↓

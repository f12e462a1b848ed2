package report

import (
	"os"
	"testing"
)

func TestQuickRender(t *testing.T) {
	r := makeSynthRun(synthOpts{durationS: 8, hz: 1000, patchMu: 0.15})
	v := viewOf(&r.m, &sliceTicks{ticks: r.ticks}, r.steps, r.events, &r.sum)
	f, err := os.Create("/tmp/report_quick.html")
	if err != nil {
		t.Fatal(err)
	}
	defer f.Close()
	if err := renderView(f, v, defaultMaxPoints); err != nil {
		t.Fatal(err)
	}
}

↑

Search the data for "testing" and list every line in which it occurs.

▶ **Solution for this problem**:
	"testing"
func TestQuickRender(t *testing.T) {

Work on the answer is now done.